There has been a lot of debate about Netflix’s investment on House of Cards, which was $100 million. Though the number is smaller, it’s somewhat reminiscent of what Sirius XM Radio Inc. (NASDAQ:SIRI) did with Howard Stern. The goal was to make a big splash. Just by offering an exorbitant amount of money, it leads to a great deal of media attention. And if the investment is a good one, then it has the potential to pay off in a big way. Will House of Cards pay off for Netflix? Nobody can give a definitive answer to that question at this point in time, but it has an 8.9 rating on IMDB, which is phenomenally high.
In regards to traffic for Netflix, it has been up and down over the past year. According to Alexa.com, Netflix.com currently ranks #100 globally and #22 in the United States. Over the past three months, pageviews-per-user has declined 5.50 percent, time-on-site has declined 5 percent, and the bounce rate has increased 1 percent. These obviously aren’t good numbers, but they might relate to the improving weather. An interesting note for viewers (not necessarily investors) is that Netflix uses a highly advanced algorithm to determine what you might like to watch. In other words, you’re not seeing the same options as everyone else. This algorithm is based on many factors, including time of day and geographic location.

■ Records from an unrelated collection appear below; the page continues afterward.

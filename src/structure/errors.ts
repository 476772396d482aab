/**
 * The error every structure builder raises on bad input: it names the parameter, what was
 * expected and what was found.
 * @example
 * try { sawtooth({ periodUm: 1, blazeDeg: 95, ridgeMaterial: 'Al', grooveMaterial: 'air', slices: 10 }); }
 * catch (e) { (e as StructureError).message; } // → "sawtooth.blazeDeg: expected an angle in (0°, 90°), found 95"
 */
export class StructureError extends Error {
  override readonly name = 'StructureError';
  /**
   * @param field parameter path, e.g. `trapezoid.sidewallDeg` or `layers[2].segments[0].from`
   * @param expected what an admissible value looks like
   * @param found the offending value as text
   */
  constructor(
    readonly field: string,
    readonly expected: string,
    readonly found: string,
  ) {
    super(`${field}: expected ${expected}, found ${found}`);
  }
}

Bulls are focused on subscriber base growth and the likely expansion of subscription rates. In addition to that, the stock has shown resiliency in weak markets.
On the bearish side of the argument, Netflix has to hold off a lot of fierce competition, the stock is very expensive at 530 times earnings, margins still remain small, expenses are catching up to revenue, and the primary driver of cash flow is DVDs, which might be a dying business.

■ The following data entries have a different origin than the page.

/**
 * From geometry (materials by name) to the solver's layers (complex indices), at one wavelength.
 *
 * 'cosine' slices become exact Fourier coefficients. With θ = 2πx/Λ − φ, a = ε0, b = Δε:
 * - ε(x) = a + b·cos θ has c₀ = a, c_{±1} = (b/2)·e^{∓iφ} and nothing else;
 * - 1/ε(x) = (1/s)·[1 + 2·Σ_{k≥1} ρ^k·cos kθ] with s² = a² − b² and ρ = (s − a)/b = −b/(a + s)
 *   (the Poisson-kernel series; geometry of the generating function), so its k-th coefficient
 *   is ρ^|k|·e^{−ikφ}/s. a and b may be complex; of the two roots ±s exactly one gives |ρ| < 1
 *   (the two ρ multiply to 1), and that one is taken. |ρ| = 1 would mean ε vanishes somewhere.
 * Both are truncated at k = −K…K with K = `harmonics` (≥ 0). The solver builds Toeplitz matrices from
 * differences of order indices, so for orders −M…M it needs k = −2M…2M: pass harmonics = 2M.
 *
 * Adjacent slices that resolve to identical profiles are merged into one thicker layer.
 */
import type { Complex, Layer, Profile, Segment } from '../solver/index.ts';
import type { GeometryLayer } from './types.ts';
import { fail, finite, integerAtLeast, material as materialName, nonNegativeLength } from './validate.ts';

/**
 * Resolve material names and emit the solver's layers.
 * @param layers geometry, top (cover side) first
 * @param indexOf complex index n + iκ of a material at the wavelength of interest
 * @param harmonics K ≥ 0: 'cosine' slices get coefficients k = −K…K (use 2M for orders −M…M;
 *   K = 0 keeps only the mean, which is all a single retained order sees)
 * @returns solver layers, top first, with identical neighbours merged
 * @throws {StructureError} on a malformed layer (segments that do not tile [0, 1) in order, a
 *   negative thickness, an unknown kind), a non-finite index, harmonics < 0 or not an
 *   integer, or a cosine slice whose permittivity vanishes for some x
 * @example
 * toSolverLayers([{ kind: 'uniform', thicknessUm: 0.1, material: 'MgF2' }], () => ({ re: 1.38, im: 0 }), 20);
 * // → [{ thicknessUm: 0.1, profile: { kind: 'uniform', index: { re: 1.38, im: 0 } } }]
 */
export function toSolverLayers(layers: ReadonlyArray<GeometryLayer>, indexOf: (material: string) => Complex, harmonics: number): Layer[] {
  if (!Array.isArray(layers)) fail('layers', 'a list of geometry layers', layers);
  if (typeof indexOf !== 'function') fail('indexOf', 'a function from material name to complex index', indexOf);
  const K = integerAtLeast('harmonics', harmonics, 0);
  const cache = new Map<string, Complex>();
  const resolve = (field: string, name: unknown): Complex => {
    const m = materialName(field, name);
    let n = cache.get(m);
    if (!n) {
      const v = indexOf(m);
      finite(`indexOf('${m}').re`, v?.re);
      finite(`indexOf('${m}').im`, v?.im);
      n = { re: v.re, im: v.im };
      cache.set(m, n);
    }
    return n;
  };
  const out: Layer[] = [];
  layers.forEach((l, i) => {
    const f = `layers[${i}]`;
    const t = nonNegativeLength(`${f}.thicknessUm`, l?.thicknessUm);
    let profile: Profile;
    switch (l.kind) {
      case 'uniform':
        profile = { kind: 'uniform', index: resolve(`${f}.material`, l.material) };
        break;
      case 'segments':
        profile = { kind: 'segments', segments: resolveSegments(f, l.segments, resolve) };
        break;
      case 'cosine': {
        const n = resolve(`${f}.material`, l.material);
        const deltaEps = finite(`${f}.deltaEps`, l.deltaEps);
        const phase = finite(`${f}.phaseRad`, l.phaseRad);
        profile = cosineProfile([n.re * n.re - n.im * n.im, 2 * n.re * n.im], deltaEps, phase, K, `${f}.deltaEps`);
        break;
      }
      default:
        fail(`${f}.kind`, "'uniform', 'segments' or 'cosine'", (l as { kind?: unknown })?.kind);
    }
    const last = out[out.length - 1];
    if (last && sameProfile(last.profile, profile)) out[out.length - 1] = { thicknessUm: last.thicknessUm + t, profile };
    else out.push({ thicknessUm: t, profile });
  });
  return out;
}

function resolveSegments(
  f: string,
  segs: unknown,
  resolve: (field: string, name: unknown) => Complex,
): Segment[] {
  if (!Array.isArray(segs) || segs.length === 0) fail(`${f}.segments`, 'at least one segment', segs);
  let at = 0;
  const out: Segment[] = [];
  (segs as ReadonlyArray<Record<string, unknown>>).forEach((s, j) => {
    const g = `${f}.segments[${j}]`;
    const from = finite(`${g}.from`, s?.from);
    const to = finite(`${g}.to`, s?.to);
    if (Math.abs(from - at) > 1e-12) fail(`${g}.from`, `${at} (segments tile [0, 1) in order, without gaps or overlaps)`, from);
    if (!(to > from)) fail(`${g}.to`, `a fraction greater than from = ${from}`, to);
    at = to;
    const index = resolve(`${g}.material`, s.material);
    const last = out[out.length - 1];
    if (last && last.index.re === index.re && last.index.im === index.im) out[out.length - 1] = { from: last.from, to, index };
    else out.push({ from, to, index });
  });
  if (Math.abs(at - 1) > 1e-12) fail(`${f}.segments`, 'segments ending at 1 (the full period)', at);
  return out;
}

/**
 * Exact Fourier coefficients (k = −K…K) of ε = a + b·cos(2πx/Λ − φ) and of 1/ε; a, b complex as
 * [re, im] (b real here). Exported for tests.
 */
export function cosineProfile(a: readonly [number, number], b: number, phase: number, K: number, field = 'deltaEps'): Profile {
  const eps: Complex[] = [];
  const inv: Complex[] = [];
  for (let k = -K; k <= K; k++) {
    eps.push(k === 0 ? { re: a[0], im: a[1] } : Math.abs(k) === 1 ? { re: (b / 2) * Math.cos(k * phase), im: -(b / 2) * Math.sin(k * phase) } : { re: 0, im: 0 });
  }
  if (b === 0) {
    const d = a[0] * a[0] + a[1] * a[1];
    for (let k = -K; k <= K; k++) inv.push(k === 0 ? { re: a[0] / d, im: -a[1] / d } : { re: 0, im: 0 });
    return { kind: 'fourier', permittivity: eps, inversePermittivity: inv };
  }
  // s² = a² − b² = (a − b)(a + b)
  const s = csqrt(cmul([a[0] - b, a[1]], [a[0] + b, a[1]]));
  let apS: [number, number] = [a[0] + s[0], a[1] + s[1]];
  const amS: [number, number] = [a[0] - s[0], a[1] - s[1]];
  let root = s;
  if (Math.hypot(amS[0], amS[1]) > Math.hypot(apS[0], apS[1])) {
    root = [-s[0], -s[1]];
    apS = amS;
  }
  const rho = cdiv([-b, 0], apS); // ρ = −b/(a + s)
  const rabs = Math.hypot(rho[0], rho[1]);
  if (!(rabs < 1 - 1e-12)) fail(field, 'a modulation that keeps ε(x) = ε0 + Δε·cos(·) away from zero for every x', `Δε = ${b} with ε0 = ${a[0]} + ${a[1]}i`);
  const inv0 = cdiv([1, 0], root);
  let pw: [number, number] = [1, 0];
  const pos: Array<[number, number]> = [];
  for (let k = 0; k <= K; k++) {
    pos.push(cmul(pw, inv0)); // ρ^k / s
    pw = cmul(pw, rho);
  }
  for (let k = -K; k <= K; k++) {
    const c = pos[Math.abs(k)]!;
    const e: [number, number] = [Math.cos(k * phase), -Math.sin(k * phase)]; // e^{−ikφ}
    const v = cmul(c, e);
    inv.push({ re: v[0], im: v[1] });
  }
  return { kind: 'fourier', permittivity: eps, inversePermittivity: inv };
}

function cmul(a: readonly [number, number], b: readonly [number, number]): [number, number] {
  return [a[0] * b[0] - a[1] * b[1], a[0] * b[1] + a[1] * b[0]];
}

function cdiv(a: readonly [number, number], b: readonly [number, number]): [number, number] {
  const d = b[0] * b[0] + b[1] * b[1];
  return [(a[0] * b[0] + a[1] * b[1]) / d, (a[1] * b[0] - a[0] * b[1]) / d];
}

/** Principal square root. */
function csqrt(z: readonly [number, number]): [number, number] {
  const m = Math.hypot(z[0], z[1]);
  const re = Math.sqrt(Math.max(0, (m + z[0]) / 2));
  const im = Math.sqrt(Math.max(0, (m - z[0]) / 2));
  return [re, z[1] < 0 ? -im : im];
}

function sameProfile(p: Profile, q: Profile): boolean {
  const eq = (a: Complex, b: Complex): boolean => a.re === b.re && a.im === b.im;
  if (p.kind === 'uniform' && q.kind === 'uniform') return eq(p.index, q.index);
  if (p.kind === 'segments' && q.kind === 'segments') {
    return (
      p.segments.length === q.segments.length &&
      p.segments.every((s, i) => {
        const r = q.segments[i]!;
        return s.from === r.from && s.to === r.to && eq(s.index, r.index);
      })
    );
  }
  if (p.kind === 'fourier' && q.kind === 'fourier') {
    return (
      p.permittivity.length === q.permittivity.length &&
      p.permittivity.every((c, i) => eq(c, q.permittivity[i]!)) &&
      p.inversePermittivity.every((c, i) => eq(c, q.inversePermittivity[i]!))
    );
  }
  return false;
}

Now let’s take a look at some comparative numbers. The chart below compares fundamentals for Netflix, Google, and Amazon.com Inc. (NASDAQ:AMZN).
|Operating Cash Flow||-8.51M||16.56B||4.25B|
Let’s take a look at some more important numbers prior to forming an opinion on this stock.
T = Technicals Are Strong
Netflix has been one of the biggest winners throughout the broader market year-to-date.

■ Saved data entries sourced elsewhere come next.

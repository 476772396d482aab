/**
 * Interval arithmetic on fractions of the period and conversion of nested regions into the
 * ordered segments a slice needs. Internal to src/structure.
 */
import type { NamedSegment } from './types.ts';

/** Pieces narrower than this (fraction of the period) are absorbed by a neighbour. */
export const MIN_WIDTH = 1e-12;

export type Interval = [number, number];

/** Sort and merge overlapping or touching intervals; empty ones are dropped. */
export function mergeIntervals(list: Interval[]): Interval[] {
  const xs = list.filter((iv) => iv[1] > iv[0]).sort((p, q) => p[0] - q[0]);
  const out: Interval[] = [];
  for (const iv of xs) {
    const last = out[out.length - 1];
    if (last && iv[0] <= last[1]) last[1] = Math.max(last[1], iv[1]);
    else out.push([iv[0], iv[1]]);
  }
  return out;
}

/**
 * Map an interval of x (any real numbers, in units of `period`) onto one period [0, period),
 * splitting it at the seam; returns fractions of the period.
 */
export function wrapInterval(a: number, b: number, period: number, out: Interval[]): void {
  const fa = a / period;
  const fb = b / period;
  if (fb - fa >= 1) {
    out.push([0, 1]);
    return;
  }
  const k = Math.floor(fa);
  const s = fa - k;
  const e = fb - k;
  if (e <= 1) out.push([s, e]);
  else {
    out.push([s, 1]);
    out.push([0, e - 1]);
  }
}

/** True when x lies inside one of the sorted, disjoint intervals. */
export function contains(set: ReadonlyArray<Interval>, x: number): boolean {
  let lo = 0;
  let hi = set.length - 1;
  while (lo <= hi) {
    const mid = (lo + hi) >> 1;
    const iv = set[mid]!;
    if (x < iv[0]) hi = mid - 1;
    else if (x > iv[1]) lo = mid + 1;
    else return true;
  }
  return false;
}

/**
 * Segments tiling [0, 1) from regions given in priority order: a point takes the material of the
 * first region that contains it, else `background`. Adjacent equal materials are merged and
 * slivers narrower than {@link MIN_WIDTH} absorbed.
 */
export function segmentsFromRegions(
  regions: ReadonlyArray<{ readonly set: ReadonlyArray<Interval>; readonly material: string }>,
  background: string,
): NamedSegment[] {
  const cuts = [0, 1];
  for (const r of regions) for (const [a, b] of r.set) cuts.push(Math.min(1, Math.max(0, a)), Math.min(1, Math.max(0, b)));
  cuts.sort((p, q) => p - q);
  const raw: Array<{ from: number; to: number; material: string }> = [];
  for (let i = 0; i + 1 < cuts.length; i++) {
    const a = cuts[i]!;
    const b = cuts[i + 1]!;
    if (!(b > a)) continue;
    const m = 0.5 * (a + b);
    const hit = regions.find((r) => contains(r.set, m));
    raw.push({ from: a, to: b, material: hit ? hit.material : background });
  }
  return tidySegments(raw);
}

/**
 * Merge adjacent segments of equal material, absorb slivers, and pin the ends to 0 and 1.
 * Input must be in order and contiguous.
 */
export function tidySegments(raw: ReadonlyArray<{ from: number; to: number; material: string }>): NamedSegment[] {
  const out: Array<{ from: number; to: number; material: string }> = [];
  for (const s of raw) {
    const last = out[out.length - 1];
    if (last && (last.material === s.material || s.to - s.from < MIN_WIDTH)) last.to = s.to;
    else if (last && last.to - last.from < MIN_WIDTH) {
      // a sliver at the start takes the next material
      last.to = s.to;
      last.material = s.material;
    } else out.push({ ...s });
  }
  // merging slivers may have made equal neighbours adjacent
  const merged: Array<{ from: number; to: number; material: string }> = [];
  for (const s of out) {
    const last = merged[merged.length - 1];
    if (last && last.material === s.material) last.to = s.to;
    else merged.push(s);
  }
  if (merged.length > 0) {
    merged[0]!.from = 0;
    merged[merged.length - 1]!.to = 1;
  }
  return merged;
}

/** Fraction of the period where the two tilings disagree on the material. */
export function segmentsDiffer(a: ReadonlyArray<NamedSegment>, b: ReadonlyArray<NamedSegment>): number {
  let i = 0;
  let j = 0;
  let at = 0;
  let differ = 0;
  while (i < a.length && j < b.length) {
    const sa = a[i]!;
    const sb = b[j]!;
    const end = Math.min(sa.to, sb.to);
    if (sa.material !== sb.material) differ += end - at;
    at = end;
    if (sa.to <= end) i++;
    if (sb.to <= end) j++;
  }
  return differ;
}
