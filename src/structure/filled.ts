/**
 * Filled (planarizing) overcoat: the coating material fills the grooves and continues to a flat
 * top at a given thickness above the profile's highest point. The profile's slices are kept,
 * with the groove material replaced by the coating; a uniform film of the coating is added on
 * top when the thickness above the highest point is > 0.
 */
import { polylineSurface } from './polyline.ts';
import type { GeometryLayer, NamedSegment, ProfileResult, ProfileShape } from './types.ts';
import { fail, material, nonNegativeLength, num, record } from './validate.ts';

export interface FilledCoatingParams {
  /** coating material */
  readonly material: string;
  /** thickness of the flat coating above the profile's highest point (µm, ≥ 0) */
  readonly thicknessUm: number;
}

/**
 * Fill a profile's grooves with a coating up to a flat top.
 * @param profile any profile (sliced layers whose groove material is replaced; 'cosine' slices
 *   of a volume grating are left as they are)
 * @param p material and thickness above the highest point (µm)
 * @returns the filled profile, top first: [flat film if t > 0] + the profile's slices
 * @throws {StructureError} on a negative thickness or a material equal to the groove material
 * @example
 * filledCoating(sinusoid({ periodUm: 1, depthUm: 0.2, ridgeMaterial: 'glass', grooveMaterial: 'air', slices: 10 }),
 *               { material: 'resist', thicknessUm: 0.1 }).depthUm; // → 0.3
 */
export function filledCoating(profile: ProfileResult, p: FilledCoatingParams): ProfileResult {
  const r = record('filledCoating', p);
  const coat = material('filledCoating.material', r.material);
  const t = nonNegativeLength('filledCoating.thicknessUm', r.thicknessUm);
  if (!profile || !Array.isArray(profile.layers)) fail('filledCoating.profile', 'a profile result', profile);
  const groove = profile.grooveMaterial;
  if (coat === groove) fail('filledCoating.material', `a material other than the groove material '${groove}'`, coat);
  const swap = (segs: ReadonlyArray<NamedSegment>): NamedSegment[] => {
    const out: NamedSegment[] = [];
    for (const s of segs) {
      const m = s.material === groove ? coat : s.material;
      const last = out[out.length - 1];
      if (last && last.material === m) out[out.length - 1] = { from: last.from, to: s.to, material: m };
      else out.push({ from: s.from, to: s.to, material: m });
    }
    return out;
  };
  const layers: GeometryLayer[] = [];
  if (t > 0) layers.push({ kind: 'uniform', thicknessUm: t, material: coat });
  for (const l of profile.layers) {
    if (l.kind === 'uniform') layers.push(l.material === groove ? { ...l, material: coat } : l);
    else if (l.kind === 'segments') {
      const segs = swap(l.segments);
      layers.push(segs.length === 1 ? { kind: 'uniform', thicknessUm: l.thicknessUm, material: segs[0]!.material } : { ...l, segments: segs });
    } else layers.push(l);
  }
  const H = profile.depthUm + t;
  const base = profile.shape;
  const shape: ProfileShape | undefined = base && {
    periodUm: base.periodUm,
    heightUm: H,
    breaksUm: t > 0 ? [...base.breaksUm, base.heightUm] : base.breaksUm,
    materialsAt: (z) => (z >= base.heightUm ? [{ from: 0, to: 1, material: coat }] : swap(base.materialsAt(z))),
  };
  const flat = polylineSurface(profile.periodUm, [
    [0, H],
    [profile.periodUm, H],
  ]);
  return {
    layers,
    slices: layers.length,
    depthUm: H,
    notes: [...profile.notes, `filled with ${coat} to a flat top ${num(t)} µm above the highest point (total ${num(H)} µm)`],
    periodUm: profile.periodUm,
    ridgeMaterial: profile.ridgeMaterial,
    grooveMaterial: groove,
    ...(shape ? { shape } : {}),
    surfaces: [...profile.surfaces, flat],
  };
}
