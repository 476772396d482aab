/**
 * Assemble a structure's layers: [stack above] + [grating (profile, coated or not)] +
 * [stack below], top (cover side) first.
 */
import type { GeometryLayer, ProfileResult, StackResult } from './types.ts';
import { fail } from './validate.ts';

export type LayerSource = ReadonlyArray<GeometryLayer> | ProfileResult | StackResult;

export interface ComposeParts {
  /** films between the cover and the grating */
  readonly above?: LayerSource;
  /** the grating region */
  readonly grating?: LayerSource;
  /** films between the grating and the substrate */
  readonly below?: LayerSource;
}

/**
 * Concatenate the parts, top first.
 * @param parts stacks and grating (each a layer list or a builder's result)
 * @returns one layer list; the grating's top lies at the total thickness of `above` (µm)
 * @throws {StructureError} when a part is neither a layer list nor a result with `layers`
 * @example
 * compose({ above: thinFilmStack({ films: [{ material: 'SiO2', thicknessUm: 0.1 }] }),
 *           grating: lamellar({ periodUm: 1, duty: 0.5, depthUm: 0.2, ridgeMaterial: 'Si', grooveMaterial: 'air' }) });
 */
export function compose(parts: ComposeParts): GeometryLayer[] {
  if (typeof parts !== 'object' || parts === null) fail('compose', 'an object {above?, grating?, below?}', parts);
  const out: GeometryLayer[] = [];
  for (const key of ['above', 'grating', 'below'] as const) {
    const src = parts[key];
    if (src === undefined) continue;
    const list = Array.isArray(src) ? src : (src as { layers?: unknown }).layers;
    if (!Array.isArray(list)) fail(`compose.${key}`, 'a layer list or a result with layers', src);
    out.push(...(list as GeometryLayer[]));
  }
  return out;
}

|1 Month||Year-To-Date||1 Year||3 Year|
At $216.74, Netflix is trading well above its averages.
E = Equity to Debt Ratio Is Normal
The debt-to-equity ratio for Netflix is weaker than the industry average of 0.30, but it still qualifies as normal (for now).
E = Earnings Have Been Decent
Earnings had been improving on an annual basis until 2012. For revenue, some might say that the rate of growth has slowed, which is true, but the rate of growth is expected to fluctuate. Whether or not revenue continues to increase or not is more important.
|Revenue ($) in billions||1.37||1.67||2.16||3.21||3.61|
|Diluted EPS ($)||1.32||1.98||2.96||4.16||0.29|
When we look at the last quarter on a year-over-year basis, we see improvements in revenue and earnings.
|Quarter||Mar. 31, 2012||Jun. 30, 2012||Sep. 30, 2012||Dec. 31, 2012||Mar. 31, 2013|
|Revenue ($) in billions||0.870||0.889||0.905||0.945||1.02|
|Diluted EPS ($)||-0.08||0.11||0.13||0.1336||0.05|
Now let’s take a look at the next page for the Trends and Conclusion. Is this stock an OUTPERFORM, a WAIT AND SEE, or a STAY AWAY?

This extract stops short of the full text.